> **To do**: Entries must be copied exactly, with nothing left out.
:::::
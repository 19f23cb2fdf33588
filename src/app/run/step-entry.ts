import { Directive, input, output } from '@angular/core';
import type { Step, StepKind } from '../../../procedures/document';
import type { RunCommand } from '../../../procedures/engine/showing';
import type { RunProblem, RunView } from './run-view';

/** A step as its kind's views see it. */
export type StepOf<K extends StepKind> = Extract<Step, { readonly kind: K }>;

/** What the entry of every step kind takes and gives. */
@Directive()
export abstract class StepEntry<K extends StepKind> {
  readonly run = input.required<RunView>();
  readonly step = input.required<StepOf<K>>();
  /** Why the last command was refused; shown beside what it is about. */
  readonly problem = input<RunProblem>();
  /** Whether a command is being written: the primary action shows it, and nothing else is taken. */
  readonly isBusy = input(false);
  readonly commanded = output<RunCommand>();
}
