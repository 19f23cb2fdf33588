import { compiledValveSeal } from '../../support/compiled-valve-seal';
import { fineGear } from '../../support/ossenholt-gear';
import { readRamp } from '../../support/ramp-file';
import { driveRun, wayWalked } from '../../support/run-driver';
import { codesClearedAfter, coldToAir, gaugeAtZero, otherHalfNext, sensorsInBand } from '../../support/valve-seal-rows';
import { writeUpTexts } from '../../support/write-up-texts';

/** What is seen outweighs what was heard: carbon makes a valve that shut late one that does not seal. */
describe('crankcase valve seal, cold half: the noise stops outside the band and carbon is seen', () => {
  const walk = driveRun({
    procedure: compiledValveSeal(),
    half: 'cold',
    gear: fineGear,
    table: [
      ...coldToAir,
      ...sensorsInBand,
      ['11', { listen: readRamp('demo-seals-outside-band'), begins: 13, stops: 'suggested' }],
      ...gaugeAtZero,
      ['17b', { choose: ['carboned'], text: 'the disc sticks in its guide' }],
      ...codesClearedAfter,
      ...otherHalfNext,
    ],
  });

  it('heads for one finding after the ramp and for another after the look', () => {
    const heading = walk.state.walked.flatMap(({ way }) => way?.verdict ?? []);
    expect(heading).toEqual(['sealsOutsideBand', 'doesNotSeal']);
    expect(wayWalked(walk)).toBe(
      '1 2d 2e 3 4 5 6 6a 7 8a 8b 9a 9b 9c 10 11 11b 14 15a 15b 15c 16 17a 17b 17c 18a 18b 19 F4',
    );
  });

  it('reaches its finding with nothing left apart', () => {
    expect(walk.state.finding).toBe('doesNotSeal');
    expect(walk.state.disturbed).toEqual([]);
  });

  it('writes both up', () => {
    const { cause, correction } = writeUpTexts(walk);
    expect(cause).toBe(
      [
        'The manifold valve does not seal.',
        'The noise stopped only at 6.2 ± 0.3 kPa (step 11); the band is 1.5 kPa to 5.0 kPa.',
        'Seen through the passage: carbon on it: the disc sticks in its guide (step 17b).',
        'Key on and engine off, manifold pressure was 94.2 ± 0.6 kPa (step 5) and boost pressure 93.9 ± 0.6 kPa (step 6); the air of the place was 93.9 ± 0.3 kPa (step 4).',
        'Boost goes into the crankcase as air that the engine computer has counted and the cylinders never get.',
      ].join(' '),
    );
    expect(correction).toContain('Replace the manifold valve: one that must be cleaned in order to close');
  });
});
:::::
> **Finished exercise**:
repository 19f23cb2fdf33588
filename src/app/run/step-entry.ts
import { Directive, input, output } from '@angular/core';
import type { Step, StepKind } from '../../../procedures/document';
import type { RunCommand } from '../../../procedures/engine/showing';
import type { RunProblem, RunView } from './run-view';

/** A step as its kind's views see it. */
export type StepOf<K extends StepKind> = Extract<Step, { readonly kind: K }>;

/** What the entry of every step kind takes and gives. */
@Directive()
export abstract class StepEntry<K extends StepKind> {
  readonly run = input.required<RunView>();
  readonly step = input.required<StepOf<K>>();
  /** Why the last command was refused; shown beside what it is about. */
  readonly problem = input<RunProblem>();
  /** Whether a command is being written: the primary action shows it, and nothing else is taken. */
  readonly isBusy = input(false);
  readonly commanded = output<RunCommand>();
}
repository 19f23cb2fdf33588
import { compiledValveSeal } from '../../support/compiled-valve-seal';
import { fineGear } from '../../support/ossenholt-gear';
import { readRamp } from '../../support/ramp-file';
import { driveRun, wayWalked } from '../../support/run-driver';
import { codesClearedAfter, coldToAir, gaugeAtZero, otherHalfNext, sensorsInBand } from '../../support/valve-seal-rows';
import { writeUpTexts } from '../../support/write-up-texts';

/** What is seen outweighs what was heard: carbon makes a valve that shut late one that does not seal. */
describe('crankcase valve seal, cold half: the noise stops outside the band and carbon is seen', () => {
  const walk = driveRun({
    procedure: compiledValveSeal(),
    half: 'cold',
    gear: fineGear,
    table: [
      ...coldToAir,
      ...sensorsInBand,
      ['11', { listen: readRamp('demo-seals-outside-band'), begins: 13, stops: 'suggested' }],
      ...gaugeAtZero,
      ['17b', { choose: ['carboned'], text: 'the disc sticks in its guide' }],
      ...codesClearedAfter,
      ...otherHalfNext,
    ],
  });

  it('heads for one finding after the ramp and for another after the look', () => {
    const heading = walk.state.walked.flatMap(({ way }) => way?.verdict ?? []);
    expect(heading).toEqual(['sealsOutsideBand', 'doesNotSeal']);
    expect(wayWalked(walk)).toBe(
      '1 2d 2e 3 4 5 6 6a 7 8a 8b 9a 9b 9c 10 11 11b 14 15a 15b 15c 16 17a 17b 17c 18a 18b 19 F4',
    );
  });

  it('reaches its finding with nothing left apart', () => {
    expect(walk.state.finding).toBe('doesNotSeal');
    expect(walk.state.disturbed).toEqual([]);
  });

  it('writes both up', () => {
    const { cause, correction } = writeUpTexts(walk);
    expect(cause).toBe(
      [
        'The manifold valve does not seal.',
        'The noise stopped only at 6.2 ± 0.3 kPa (step 11); the band is 1.5 kPa to 5.0 kPa.',
        'Seen through the passage: carbon on it: the disc sticks in its guide (step 17b).',
        'Key on and engine off, manifold pressure was 94.2 ± 0.6 kPa (step 5) and boost pressure 93.9 ± 0.6 kPa (step 6); the air of the place was 93.9 ± 0.3 kPa (step 4).',
        'Boost goes into the crankcase as air that the engine computer has counted and the cylinders never get.',
      ].join(' '),
    );
    expect(correction).toContain('Replace the manifold valve: one that must be cleaned in order to close');
  });
});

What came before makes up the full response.